Cómo afecta el estándar de persona prudente no profesional a su reclamo

El núcleo de la controversia es el estándar de “persona lega prudente”. El Congreso aprobó esto en 1997. Protege a los pacientes. Dice que el seguro debe cubrir una visita basada en los síntomas, no en el diagnóstico final. Si tiene dolor en el pecho, debe hacerse un chequeo. Incluso si resulta ser acidez de estómago. No debería tener que diagnosticarse usted mismo antes de buscar ayuda.

La política de Anthem cuestiona esto. Así es como funciona. Vas a urgencias. Te vas. Anthem revisa el reclamo. Si deciden que su condición no pone en peligro su vida, envían una solicitud. Quieren registros médicos del hospital. Quieren una declaración tuya explicando por qué fuiste. Luego, un director médico de Anthem lo revisa. Utilizan el estándar del lego prudente. Pero lo aplican con carácter retroactivo. Si deciden que había una mejor configuración disponible, rechazan el reclamo. Puedes apelar. Pero el riesgo es tuyo.

“Anthem está obligando a los pacientes a ser médicos y a ignorar por completo las leyes federales y estatales que protegen a los pacientes”. — Dr. David Farcy, Academia Estadounidense de Medicina de Emergencia

Esto es peligroso. Los síntomas se superponen. El dolor de pecho puede deberse a gases. Puede ser un infarto. El dolor abdominal puede ser apendicitis. O simplemente indigestión. Un dolor de cabeza puede ser una resaca. O una rotura de aneurisma. No se puede saber la diferencia sin pruebas. El Dr. Ryan Stanton, del Colegio Estadounidense de Médicos de Emergencia (ACEP), dice que la política genera miedo. La gente tiene miedo de ir. Temen la factura. Temen la negación.

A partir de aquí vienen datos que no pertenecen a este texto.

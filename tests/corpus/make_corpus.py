"""Write the reader's test corpus: small messy and broken files, all invented.

Run ``python tests/corpus/make_corpus.py`` to (re)write the files next to this script. Every
file is written byte for byte (fixed encodings, line endings, zip timestamps), so a rerun
gives identical files. tests/test_reader.py holds what each file must read as.
"""

from __future__ import annotations

import io
import random
import re
import zipfile
from datetime import date, datetime
from pathlib import Path

import numpy as np
import pandas as pd

HERE = Path(__file__).resolve().parent
FIXED_TIME = datetime(2024, 1, 1, 0, 0, 0)
LONG_NAME = "very long column name " * 13 + "x" * 14  # 300 characters
assert len(LONG_NAME) == 300

# Invented frame for the twin files: the same numbers written two ways.
TWIN_SEED = 20240611
TWIN_ROWS = 60


def twin_frame() -> pd.DataFrame:
    """Invented data with accented names, values above 1,000 and a text category."""
    rng = np.random.default_rng(TWIN_SEED)
    quantity = rng.integers(1, 40, TWIN_ROWS)
    price = np.round(rng.uniform(800.0, 4800.0, TWIN_ROWS), 2)
    region = rng.choice(["Île", "Côte", "Forêt"], TWIN_ROWS)
    effect = {"Île": 0.0, "Côte": 0.15, "Forêt": -0.1}
    log_sales = (
        2.0 + 0.6 * np.log(price) + 0.02 * quantity + np.array([effect[r] for r in region]) + rng.normal(0, 0.2, TWIN_ROWS)
    )
    return pd.DataFrame(
        {
            "ventes_€": np.round(np.exp(log_sales), 2),
            "prix_unitaire": price,
            "quantité": quantity,
            "région": region,
        }
    )


def _decimal_comma(value: float) -> str:
    """1234.5 -> '1.234,50': dots group thousands, the comma marks decimals."""
    whole, fraction = f"{value:,.2f}".split(".")
    return whole.replace(",", ".") + "," + fraction


def twin_texts() -> tuple[bytes, bytes]:
    """The twin frame as clean UTF-8 CSV and as Windows-1252, semicolons and decimal commas."""
    frame = twin_frame()
    clean = frame.to_csv(index=False, lineterminator="\n", float_format="%.2f").encode("utf-8")
    lines = [";".join(frame.columns)]
    for row in frame.itertuples(index=False):
        lines.append(";".join([_decimal_comma(row[0]), _decimal_comma(row[1]), str(row[2]), row[3]]))
    messy = ("\r\n".join(lines) + "\r\n").encode("cp1252")
    return clean, messy


def _stable_zip(data: bytes) -> bytes:
    """Rewrite a zip (xlsx) with fixed timestamps so reruns give identical bytes."""
    out = io.BytesIO()
    with zipfile.ZipFile(io.BytesIO(data)) as source, zipfile.ZipFile(out, "w", zipfile.ZIP_DEFLATED) as target:
        for info in source.infolist():
            fixed = zipfile.ZipInfo(info.filename, date_time=FIXED_TIME.timetuple()[:6])
            fixed.compress_type = zipfile.ZIP_DEFLATED
            data = source.read(info.filename)
            if info.filename == "docProps/core.xml":
                # openpyxl stamps the save time as "modified"; pin it.
                data = re.sub(rb"(<dcterms:modified[^>]*>)[^<]*", rb"\g<1>2024-01-01T00:00:00Z", data)
            target.writestr(fixed, data)
    return out.getvalue()


def two_sheet_workbook() -> bytes:
    from openpyxl import Workbook

    book = Workbook()
    book.properties.created = FIXED_TIME
    book.properties.modified = FIXED_TIME
    sales = book.active
    sales.title = "Sales"
    sales.append(["store", "revenue", "list_price", "opened", "visits"])
    rows = [
        ("North", 1200.5, "$1,299.00", date(2020, 3, 1), 410),
        ("South", 980.25, "$899.50", date(2019, 7, 15), 388),
        ("East", 1500.0, "$2,100.00", date(2021, 1, 4), "NA"),
        ("West", 1110.75, "($50.00)", date(2018, 11, 30), 502),
    ]
    for row in rows:
        sales.append(list(row))
    costs = book.create_sheet("Costs")
    costs.append(["Cost report 2024 (invented)"])
    costs.append([])
    costs.append(["item", "cost", "share"])
    for item, cost, share in [("rent", 2500, 0.5), ("staff", 1500, 0.3), ("goods", 1000, 0.2)]:
        costs.append([item, cost, share])
    buffer = io.BytesIO()
    book.save(buffer)
    return _stable_zip(buffer.getvalue())


def files() -> dict[str, bytes]:
    """Every corpus file, name -> exact bytes."""
    out: dict[str, bytes] = {}
    out["semicolon_comma_cp1252.csv"] = (
        "Région;Prix (€);Quantité;Remise;Note\r\n"
        "Île-de-France;1.234,50;12;5,5 %;très bien\r\n"
        "Rhône-Alpes;987,25;7;10 %;café\r\n"
        "Provence;12,00;0;0 %;déjà vu\r\n"
        "Bretagne;2.500,75;3;2,5 %;crêpe\r\n"
    ).encode("cp1252")
    out["utf8_bom.csv"] = "\ufeffname,value\nalpha,1.5\nbeta,2.5\ngamma,3.5\n".encode()
    out["tabs.tsv"] = (
        b"city\tpopulation\tarea_km2\nSpringfield, IL\t114,394\t158.1\nShelbyville\t52,012\t61.9\nOgdenville\t9,870\t12.4\n"
    )
    out["currency_dollar.csv"] = (
        b'item,price,profit,fee\nA,"$1,234.50","(1,000)",$5\nB,$980.00,"$2,000.00",$7.25\n'
        b'C,"$12,345.67","($250.00)",-$3\nD,$0.99,$10.00,$0\n'
    )
    out["currency_euro.csv"] = (
        "produkt;pris;belopp\na;€1.234,50;1 234,50 kr\nb;€99,95;12\u00a0000,00 kr\nc;€0,50;-150,25 kr\n".encode()
    )
    out["percent.csv"] = b"store,growth,margin\na,12 %,12%\nb,7.5 %,-3%\nc,0 %,100%\n"
    markers = ["", "NA", "N/A", "n/a", "#N/A", "null", "None", "-", ".", "?", "missing"]
    lines = ["id,x,label"]
    for i, marker in enumerate(markers):
        lines.append(f"{2 * i + 1},{i + 0.5},a{i}")
        lines.append(f"{2 * i + 2},{marker},{marker or 'b'}")
    out["missing_markers.csv"] = ("\n".join(lines) + "\n").encode()
    out["headers_dup_blank.csv"] = b"price,price,,qty, ,price\n1,2,3,4,5,6\n7,8,9,10,11,12\n13,14,15,16,17,18\n"
    out["two_sheets.xlsx"] = two_sheet_workbook()
    out["corrupt.xlsx"] = out["two_sheets.xlsx"][: len(out["two_sheets.xlsx"]) * 3 // 5]
    out["csv_renamed.xlsx"] = b"a,b\n1,2\n3,4\n"
    out["empty.csv"] = b""
    out["whitespace_only.csv"] = b"  \n\n \t\n"
    out["header_only.csv"] = b"price,quantity,region\n"
    out["garbage.csv"] = random.Random(7).randbytes(2048)
    out["page.csv"] = (
        b"<!DOCTYPE html>\n<html><head><title>Sales</title></head>\n<body><table>\n"
        b"<tr><th>a</th><th>b</th></tr>\n<tr><td>1</td><td>2</td></tr>\n</table></body></html>\n"
    )
    out["single_row.csv"] = b"price,quantity\n4.5,100\n"
    out["wide_501.csv"] = (
        ",".join(f"c{j}" for j in range(1, 502))
        + "\n"
        + "\n".join(",".join(str(i * j) for j in range(1, 502)) for i in range(1, 4))
        + "\n"
    ).encode()
    values = ["1.5", "2", "3.25", "abc", "4", "5.5", "6", "7", "n.v.", "10"]
    out["mixed.csv"] = ("id,x\n" + "".join(f"{i},{v}\n" for i, v in enumerate(values, start=1))).encode()
    out["infinities.csv"] = b"x,y\n1,inf\n2,-inf\n3,5.5\n4,Infinity\n5,2\n"
    names = ["Umsatz (€) – netto", "  spaced   name  ", "名前", LONG_NAME, "rocket 🚀", '"line\nbreak"', "a,b"]
    header = ",".join(n if n.startswith('"') else (f'"{n}"' if "," in n else n) for n in names)
    out["odd_names.csv"] = (
        header + "\n" + "\n".join(",".join(str(i + j) for j in range(len(names))) for i in range(4)) + "\n"
    ).encode()
    out["sep_hint.csv"] = b"sep=;\na;b\n1,5;2\n3;4\n"
    out["title_line.csv"] = b"Weekly sales report (invented)\n\nweek,sales\n1,100\n2,200\n3,150\n"
    out["utf16.txt"] = "name\tvalue\nÅsa\t1,5\nBjörn\t2,25\nÇelik\t3\n".encode("utf-16")
    out["ragged.csv"] = b"a,b,c\n1,2,3\n4,5,6\n7,8,9,10\n"
    out["trailing_delimiters.csv"] = b"a;b;\n1;2;\n3;4;\n5;6;\n"
    out["dates.csv"] = (
        b"iso,dmy,mdy,value\n2024-01-31,31/01/2024,01/31/2024,1\n2024-02-29,29/02/2024,02/29/2024,2\n2024-03-15,15/03/2024,03/15/2024,3\n"
    )
    clean, messy = twin_texts()
    out["twin_clean.csv"] = clean
    out["twin_semicolon_cp1252.csv"] = messy
    return out


def main() -> None:
    for name, data in files().items():
        (HERE / name).write_bytes(data)
    print(f"wrote {len(files())} files to {HERE}")


if __name__ == "__main__":
    main()
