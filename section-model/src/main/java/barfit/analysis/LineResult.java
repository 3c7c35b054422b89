package barfit.analysis;

import java.util.ArrayList;
import java.util.List;
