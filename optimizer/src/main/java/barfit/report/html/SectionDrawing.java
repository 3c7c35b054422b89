package barfit.report.html;

import barfit.catalogs.BarSize;
import barfit.design.span.SpanLayout;
import barfit.design.span.SpanProblem;
import barfit.report.html.SectionGeometry.Mm;
import barfit.report.html.SectionGeometry.Placed;
import barfit.section.BarLayer;
import barfit.section.BeamSection;
import barfit.section.Bending;
import barfit.section.CodeEquations;
import barfit.section.Detailing;
import barfit.section.Face;
import barfit.section.Flange;
import barfit.section.SectionShape;
import barfit.section.SkinBars;
import barfit.section.StirrupHooks;
import barfit.section.Stirrups;
import barfit.section.trail.Dim;
import barfit.units.UnitSystem;
import java.util.ArrayList;
import java.util.Comparator;
import java.util.List;
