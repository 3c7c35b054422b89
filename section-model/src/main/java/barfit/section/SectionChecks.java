package barfit.section;

import barfit.catalogs.BarSize;
import barfit.section.trail.Q;
import barfit.section.trail.Trail;
import java.util.ArrayList;
import java.util.List;
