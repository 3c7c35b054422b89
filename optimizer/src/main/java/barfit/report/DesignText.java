package barfit.report;

import barfit.design.Binding;
import barfit.design.Diagnosis;
import barfit.design.Objective;
import barfit.design.Proof;
import barfit.design.section.Design;
import barfit.design.section.DesignOutcome;
import barfit.design.section.SectionGenerator;
import barfit.design.section.SectionLayout;
import barfit.input.Settings;
import barfit.section.CheckReport;
import barfit.section.trail.Dim;
import barfit.units.UnitSystem;
import java.util.LinkedHashMap;
import java.util.List;
import java.util.Locale;
import java.util.Map;
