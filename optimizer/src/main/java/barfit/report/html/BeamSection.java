package barfit.report.html;

import barfit.design.Proof;
import barfit.design.span.Extension;
import barfit.design.span.SpanDesigner;
import barfit.design.span.SpanLayout;
import barfit.design.span.SpanProblem;
import barfit.report.DiagnosisWords;
import barfit.report.Money;
import barfit.report.ScheduleRows;
import barfit.report.SpanText;
import barfit.report.TrailText;
import barfit.report.Words;
import barfit.schedule.ScheduleResult;
import barfit.section.CheckReport;
import barfit.section.CheckResult;
import barfit.section.FlexureResult;
import barfit.section.SpanChecks;
import barfit.section.trail.Dim;
import barfit.units.UnitSystem;
import java.util.ArrayList;
import java.util.HashSet;
import java.util.List;
import java.util.Locale;
import java.util.Map;
import java.util.Set;
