class ByteGrid implements ByteGridOf {
  private readonly d: number;
  /** The last row ends at the end of the bytes (no line feed): read it through its text. */
  private readonly openEnd: boolean;
  private readonly start: number;
  private readonly starts: Int32Array;
  private readonly firstBytes: Uint8Array;
  /** Rows [checkedFrom, checkedTo) were found plain by readRows. */
  private checkedFrom = 0;
  private checkedTo = 0;
  /** Set when readRows met a byte that is not plain. */
  private unplain = false;

  constructor(
    private readonly bytes: Uint8Array,
    readonly delimiter: string,
    lines: PlainLines,
  ) {
    this.d = delimiter.charCodeAt(0);
    this.start = lines.start;
    this.starts = lines.starts;
    this.firstBytes = lines.firstBytes;
    this.openEnd = (this.starts[this.starts.length - 1] as number) > bytes.length;
  }

  clean(): boolean {
    if (this.unplain) return false;
    const { bytes, starts } = this;
    if (this.checkedFrom >= this.checkedTo) return isPlain(bytes, this.start, bytes.length);
    const checkedStart = starts[this.checkedFrom] as number;
    const checkedEnd = Math.min(bytes.length, starts[this.checkedTo] as number);
    return isPlain(bytes, this.start, checkedStart) && isPlain(bytes, checkedEnd, bytes.length);
  }

  get rowCount(): number {
    return this.starts.length - 1;
  }

  line(row: number): number {
    return row + 1;
  }

  private end(row: number): number {
    const start = this.starts[row] as number;
    const end = (this.starts[row + 1] as number) - 1;
    return end > start && this.bytes[end - 1] === 13 ? end - 1 : end;
  }

  isBlank(row: number): boolean {
    const { bytes, d } = this;
    const first = this.firstBytes[row] as number;
    // A printable first character lies before the line break, so the row is not blank.
    if (first > 32 && first < 128 && first !== d) return false;
    const end = this.end(row);
    for (let i = this.starts[row] as number; i < end; i++) {
      const code = bytes[i] as number;
      if (code === d || code === 32 || code === 9) continue;
      if (code > 32 && code < 128) return false;
      return this.fields(row).every((field) => field.trim() === "");
    }
    return true;
  }

  fieldCount(row: number): number {
    if (this.isBlank(row)) return 0;
    const { bytes, d } = this;
    const end = this.end(row);
    let count = 1;
    for (let i = this.starts[row] as number; i < end; i++) if (bytes[i] === d) count++;
    return count;
  }

  /** Start of field `index` of the row, or -1 beyond the last field. */
  private fieldStart(row: number, index: number, end: number): number {
    const { bytes, d } = this;
    let i = this.starts[row] as number;
    for (let f = 0; f < index; f++) {
      while (i < end && bytes[i] !== d) i++;
      if (i >= end) return -1;
      i++;
    }
    return i;
  }

  field(row: number, index: number): string {
    const end = this.end(row);
    const from = this.fieldStart(row, index, end);
    if (from < 0) return "";
    let to = from;
    while (to < end && this.bytes[to] !== this.d) to++;
    return asciiText(this.bytes, from, to);
  }

  fields(row: number): string[] {
    return asciiText(this.bytes, this.starts[row] as number, this.end(row)).split(this.delimiter);
  }

  readNumbers(row: number, slots: Int32Array, out: readonly Float64Array[], at: number): number {
    if (this.openEnd && row === this.starts.length - 2) {
      const fields = this.fields(row);
      slots.forEach((slot, f) => {
        if (slot >= 0) (out[slot] as Float64Array)[at] = parseDecimal(fields[f] ?? "") ?? Number.NaN;
      });
      return fields.length;
    }
    const { bytes, d } = this;
    const end = this.end(row);
    let i = this.starts[row] as number;
    let f = 0;
    for (;;) {
      const slot = f < slots.length ? (slots[f] as number) : -1;
      if (slot >= 0) {
        i = scanDecimal(bytes, i, end, d, out[slot] as Float64Array, at);
        if (i < 0) i = ~i;
      } else while (i < end && bytes[i] !== d) i++;
      f++;
      if (i >= end) return f;
      i++;
    }
  }

  readRows(
    first: number,
    count: number,
    slots: Int32Array,
    out: readonly Float64Array[],
    counts: Int32Array,
    dateIndex: number,
    dateKeys: Float64Array,
  ): { readonly plainDates: boolean; readonly withNaN: readonly boolean[] } {
    // Only a field handed to parseDecimal can give NaN.
    const state: RowScan = { plain: true, month: -1, monthKey: 0, monthLength: 0, unplain: 0, withNaN: out.map(() => false) };
    const kernel = count >= KERNEL_MIN_ROWS && this.d < 128 ? rowKernelFor(this.bytes) : null;
    const chunk = kernel === null ? 0 : kernel.kernel.chunkRows(slots.length, out.length);
    if (kernel === null || chunk === 0) this.scanRange(first, 0, count, slots, out, counts, dateIndex, dateKeys, state);
    else this.kernelRange(kernel.kernel, kernel.base, chunk, first, count, slots, out, counts, dateIndex, dateKeys, state);
    if (state.unplain !== 0) this.unplain = true;
    else if (count > 0) {
      this.checkedFrom = first;
      this.checkedTo = first + count;
    }
    return { plainDates: state.plain, withNaN: state.withNaN };
  }

  /**
   * readRows through the row kernel (rowKernel.ts), chunk by chunk: the numbers, field counts and
   * date digits of the simple rows come from the kernel, their date keys are formed here as
   * scanRange forms them, and every row the kernel flagged (and the open last row) is read by
   * scanRange, in row order, so that the result is scanRange's bit for bit.
   */
  private kernelRange(
    kernel: RowKernel,
    base: number,
    chunk: number,
    first: number,
    count: number,
    slots: Int32Array,
    out: readonly Float64Array[],
    counts: Int32Array,
    dateIndex: number,
    dateKeys: Float64Array,
    state: RowScan,
  ): void {
    const lastRow = this.openEnd ? this.starts.length - 2 : -1;
    for (let k0 = 0; k0 < count; k0 += chunk) {
      const k1 = Math.min(count, k0 + chunk);
      const kEnd = lastRow >= first + k0 && lastRow < first + k1 ? lastRow - first : k1;
      if (kEnd > k0) {
        const read = kernel.scan(base, this.starts, first + k0, first + kEnd, slots, out.length, this.d, dateIndex);
        out.forEach((values, slot) => values.set(read.values(slot), k0));
        counts.set(read.counts, k0);
        if (state.plain) dateKeys.set(read.keys, k0);
        if (read.badDate) state.plain = false;
        if (read.flagged > 0) this.settleFlagged(read, kernel, base, first, k0, kEnd, slots, out, counts, dateIndex, dateKeys, state);
      }
      if (kEnd < k1) this.scanRange(first, kEnd, k1, slots, out, counts, dateIndex, dateKeys, state);
    }
  }

  /**
   * The flagged rows of a kernel chunk (rows k0 .. kEnd - 1): flag 1, read here (scanRange writes
   * only what it reads, so what the kernel left for the row is cleared first); flag 2, the long
   * numbers (NaN) parsed from their spans, as scanDecimal hands them to parseDecimal (their bytes
   * are digits, signs and points, so plain).
   */
  private settleFlagged(
    read: KernelChunk,
    kernel: RowKernel,
    base: number,
    first: number,
    k0: number,
    kEnd: number,
    slots: Int32Array,
    out: readonly Float64Array[],
    counts: Int32Array,
    dateIndex: number,
    dateKeys: Float64Array,
    state: RowScan,
  ): void {
    const { flags } = read;
    const spans = out.map((_, slot) => read.spans(slot));
    // The chunk's text, made once when a long number needs it: substrings of it are cheap.
    const textFrom = base + (this.starts[first + k0] as number);
    let text: string | null = null;
    for (let k = k0; k < kEnd; k++) {
      const flag = flags[k - k0] as number;
      if (flag === 1) {
        for (const values of out) values[k] = 0;
        dateKeys[k] = 0;
        this.scanRange(first, k, k + 1, slots, out, counts, dateIndex, dateKeys, state);
      } else if (flag === 2) {
        for (let slot = 0; slot < out.length; slot++) {
          const values = out[slot] as Float64Array;
          if (!Number.isNaN(values[k] as number)) continue;
          const span = spans[slot] as Int32Array;
          const from = span[2 * (k - k0)] as number;
          const to = span[2 * (k - k0) + 1] as number;
          // The kernel checked the syntax ([+-]digits[.digits]), so parseDecimal is Number here.
          text ??= kernel.text(textFrom, base + (this.starts[first + kEnd] as number));
          const value = Number(text.substring(from - textFrom, to - textFrom));
          if (Number.isFinite(value)) values[k] = value;
          else {
            values[k] = Number.NaN;
            state.withNaN[slot] = true;
          }
        }
      }
    }
  }

  /** Rows first + [from, to) of readRows, in JavaScript, continuing `state`. */
  private scanRange(
    first: number,
    from: number,
    to: number,
    slots: Int32Array,
    out: readonly Float64Array[],
    counts: Int32Array,
    dateIndex: number,
    dateKeys: Float64Array,
    state: RowScan,
  ): void {
    const { bytes, d, starts } = this;
    const lastRow = this.openEnd ? starts.length - 2 : -1;
    const { withNaN } = state;
    let { plain, month, monthKey, monthLength } = state;
    // Or of UNPLAIN over every byte of the rows that the loop below does not otherwise check.
    let unplain = state.unplain;
    for (let k = from; k < to; k++) {
      const row = first + k;
      const start = starts[row] as number;
      if (row === lastRow) {
        counts[k] = this.readNumbers(row, slots, out, k);
        out.forEach((values, slot) => (withNaN[slot] ||= Number.isNaN(values[k] as number)));
        if (plain) plain = this.plainIsoDates(Int32Array.of(row), dateIndex, dateKeys.subarray(k, k + 1));
        if (!isPlain(bytes, start, bytes.length)) unplain = 1;
        continue;
      }
      let end = (starts[row + 1] as number) - 1;
      if (end > start && bytes[end - 1] === 13) end--;
      let i = start;
      let f = 0;
      let dated = false;
      for (;;) {
        const slot = f < slots.length ? (slots[f] as number) : -1;
        if (slot >= 0) {
          const fieldStart = i;
          i = scanDecimal(bytes, i, end, d, out[slot] as Float64Array, k);
          // A field parseDecimal accepted holds only plain bytes (its pattern allows nothing else);
          // only a rejected one (NaN) needs checking.
          if (i < 0) {
            i = ~i;
            if (Number.isNaN((out[slot] as Float64Array)[k] as number)) {
              withNaN[slot] = true;
              for (let j = fieldStart; j < i; j++) unplain |= UNPLAIN[bytes[j] as number] as number;
            }
          }
        } else {
          if (f === dateIndex && plain) {
            // plainIsoDates on this field (see there), with the month of the previous date kept.
            const p = i;
            dated = true;
            if (p + 10 > end || (p + 10 < end && bytes[p + 10] !== d) || bytes[p + 4] !== 45 || bytes[p + 7] !== 45) plain = false;
            else {
              const y = digit(bytes, p) * 1000 + digit(bytes, p + 1) * 100 + digit(bytes, p + 2) * 10 + digit(bytes, p + 3);
              const m = digit(bytes, p + 5) * 10 + digit(bytes, p + 6);
              const day = digit(bytes, p + 8) * 10 + digit(bytes, p + 9);
              if (y * 100 + m !== month) {
                monthKey = plainDateKey(y, m, 1);
                month = y * 100 + m;
                monthLength = daysInMonth(y, m);
              }
              if (!(day >= 1 && day <= monthLength) || Number.isNaN(monthKey)) plain = false;
              else {
                dateKeys[k] = monthKey + (day - 1) * DAY_MS;
                i = p + 10;
              }
            }
          }
          for (; i < end; i++) {
            const b = bytes[i] as number;
            if (b === d) break;
            unplain |= UNPLAIN[b] as number;
          }
        }
        f++;
        if (i >= end) break;
        i++;
      }
      counts[k] = f;
      if (!dated) plain = false;
    }
    state.plain = plain;
    state.month = month;
    state.monthKey = monthKey;
    state.monthLength = monthLength;
    state.unplain = unplain;
  }

  plainIsoDates(rows: Int32Array, index: number, keys: Float64Array): boolean {
    const { bytes, d } = this;
    // Consecutive dates mostly share their month: its first day's key and length are kept.
    let month = -1;
    let monthKey = 0;
    let monthLength = 0;
    for (let k = 0; k < rows.length; k++) {
      const row = rows[k] as number;
      const end = this.end(row);
      const p = index === 0 ? (this.starts[row] as number) : this.fieldStart(row, index, end);
      if (p < 0 || p + 10 > end || (p + 10 < end && bytes[p + 10] !== d) || bytes[p + 4] !== 45 || bytes[p + 7] !== 45) return false;
      const y = digit(bytes, p) * 1000 + digit(bytes, p + 1) * 100 + digit(bytes, p + 2) * 10 + digit(bytes, p + 3);
      const m = digit(bytes, p + 5) * 10 + digit(bytes, p + 6);
      const day = digit(bytes, p + 8) * 10 + digit(bytes, p + 9);
      if (y * 100 + m !== month) {
        monthKey = plainDateKey(y, m, 1);
        if (Number.isNaN(monthKey)) return false;
        month = y * 100 + m;
        monthLength = daysInMonth(y, m);
      }
      if (!(day >= 1 && day <= monthLength)) return false;
      // plainDateKey(y, m, day): the day count is linear in the day of the month.
      keys[k] = monthKey + (day - 1) * DAY_MS;
    }
    return true;
  }
}
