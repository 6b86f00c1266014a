/** Plain "YYYY-MM-DD" dates read from the bytes of a row, for the byte grid's plainIsoDates (byteGrid.ts). */
import { DAY_MS, daysInMonth, plainDateKey } from "../values/dates.js";

/** Reads dates one after another; consecutive dates mostly share their month: its first day's key and length are kept. */
export class IsoDates {
  private month = -1;
  private monthKey = 0;
  private monthLength = 0;

  /** `d`: the delimiter's byte. */
  constructor(private readonly d: number) {}

  /**
   * When bytes [p, end) start with exactly a real "YYYY-MM-DD" date (then the delimiter or the end),
   * sets keys[k] = plainIsoDateKey of it and returns true; false otherwise.
   */
  read(bytes: Uint8Array, p: number, end: number, keys: Float64Array, k: number): boolean {
    if (p + 10 > end || (p + 10 < end && bytes[p + 10] !== this.d) || bytes[p + 4] !== 45 || bytes[p + 7] !== 45) return false;
    const y = digit(bytes, p) * 1000 + digit(bytes, p + 1) * 100 + digit(bytes, p + 2) * 10 + digit(bytes, p + 3);
    const m = digit(bytes, p + 5) * 10 + digit(bytes, p + 6);
    const day = digit(bytes, p + 8) * 10 + digit(bytes, p + 9);
    if (y * 100 + m !== this.month) {
      this.monthKey = plainDateKey(y, m, 1);
      if (Number.isNaN(this.monthKey)) return false;
      this.month = y * 100 + m;
      this.monthLength = daysInMonth(y, m);
    }
    if (!(day >= 1 && day <= this.monthLength)) return false;
    // plainDateKey(y, m, day): the day count is linear in the day of the month.
    keys[k] = this.monthKey + (day - 1) * DAY_MS;
    return true;
  }
}

function digit(bytes: Uint8Array, i: number): number {
  const v = (bytes[i] as number) - 48;
  return v >= 0 && v <= 9 ? v : Number.NaN;
}
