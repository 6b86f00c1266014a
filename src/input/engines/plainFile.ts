/**
 * A plain file for the byte engine (byteGrid.ts), whether its bytes are all in memory or read through
 * a window (byteWindow.ts): its rows, its bytes, and what readReturns asks of it before tokenising.
 * A file read by position is scanned once (its rows, or the finding that it must be read whole) and
 * the answer kept for every read of it (a run reads one file once per group of pairs).
 */
import { ByteWindow, type GridBytes, type PagedBytes, scanPages, wholeBytes } from "./byteWindow.js";
import { asciiText, isAsciiWhiteSpace, isPlain, type PlainLines } from "./plainLines.js";
import { type RowKernel, rowKernelFor } from "./rowKernel.js";

/** What reading a plain file needs of it. */
export interface PlainFile {
  readonly bytes: GridBytes;
  readonly lines: PlainLines;
  readonly size: number;
  /** True when every byte is plain (see isPlain). */
  plain(): boolean;
  /** True when the text (after any byte-order mark) is only ASCII white space. */
  blank(): boolean;
  /** The text of bytes [from, to) (plain, so ASCII). */
  text(from: number, to: number): string;
}

/** A file's bytes all in memory. */
class MemoryBytes implements GridBytes {
  readonly shift = 0;
  readonly span = Number.POSITIVE_INFINITY;
  readonly size: number;
  constructor(private readonly bytes: Uint8Array) {
    this.size = bytes.length;
  }
  reach(): Uint8Array {
    return this.bytes;
  }
  plain(from: number, to: number): boolean {
    return isPlain(this.bytes, from, to);
  }
  kernel(): { readonly kernel: RowKernel; readonly base: number } | null {
    return rowKernelFor(this.bytes);
  }
}

/** The plain file of bytes in memory and their `plainLines`. */
export function memoryFile(bytes: Uint8Array, lines: PlainLines): PlainFile {
  const size = bytes.length;
  return {
    bytes: new MemoryBytes(bytes),
    lines,
    size,
    plain: () => isPlain(bytes, lines.start, size),
    blank: () => isAsciiWhiteSpace(bytes, lines.start, size),
    text: (from, to) => asciiText(bytes, from, to),
  };
}

/** What the first pass found of a file read by position: a plain file through a window, or its bytes whole. */
const scanned = new WeakMap<PagedBytes, PlainFile | Uint8Array>();

/**
 * The file through a window when all of it is plain (see scanPages); else all its bytes (read once,
 * kept while the file is).
 */
export function pagedFile(file: PagedBytes): PlainFile | Uint8Array {
  const known = scanned.get(file);
  if (known !== undefined) return known;
  const window = new ByteWindow(file);
  const pages = scanPages(window);
  const found: PlainFile | Uint8Array =
    pages === null
      ? wholeBytes(file)
      : {
          bytes: window,
          lines: pages.lines,
          size: file.size,
          plain: () => true,
          blank: () => pages.blank,
          text: (from, to) => window.text(from, to),
        };
  scanned.set(file, found);
  return found;
}

/** All the bytes of a file read by position (read once, kept while the file is). */
export function wholeFile(file: PagedBytes): Uint8Array {
  const known = scanned.get(file);
  if (known instanceof Uint8Array) return known;
  const bytes = wholeBytes(file);
  // A window found before stays for reads by the byte engine; these bytes are for the text path.
  if (known === undefined) scanned.set(file, bytes);
  return bytes;
}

Consecuencias en el mundo real del cambio de costos en los servicios de urgencias

Pensemos en Amanda Gorman. Ella es enfermera practicante en Baltimore. Tenía un cálculo renal. Necesitaba cuidados. No pudo conseguir una cita con el urólogo. Estaba casada con un médico. Ella conocía el sistema. Ella todavía luchaba. Casi fue a urgencias. En su lugar, eligió a un especialista fuera de la red. ¿Por qué? Para evitar la molestia de revisar Anthem.

Ella admite que el costo fuera de la red fue alto. Ella estima una proporción de 6:1. Lo que pagó de su bolsillo por el especialista versus su copago de emergencia. Fue caro. Pero ella lo prefirió. Ella no quería la pelea administrativa. No quería correr el riesgo de que le denegaran un reclamo. Si una enfermera y la esposa de un médico encuentran que el sistema está desarticulado, imaginemos al paciente promedio.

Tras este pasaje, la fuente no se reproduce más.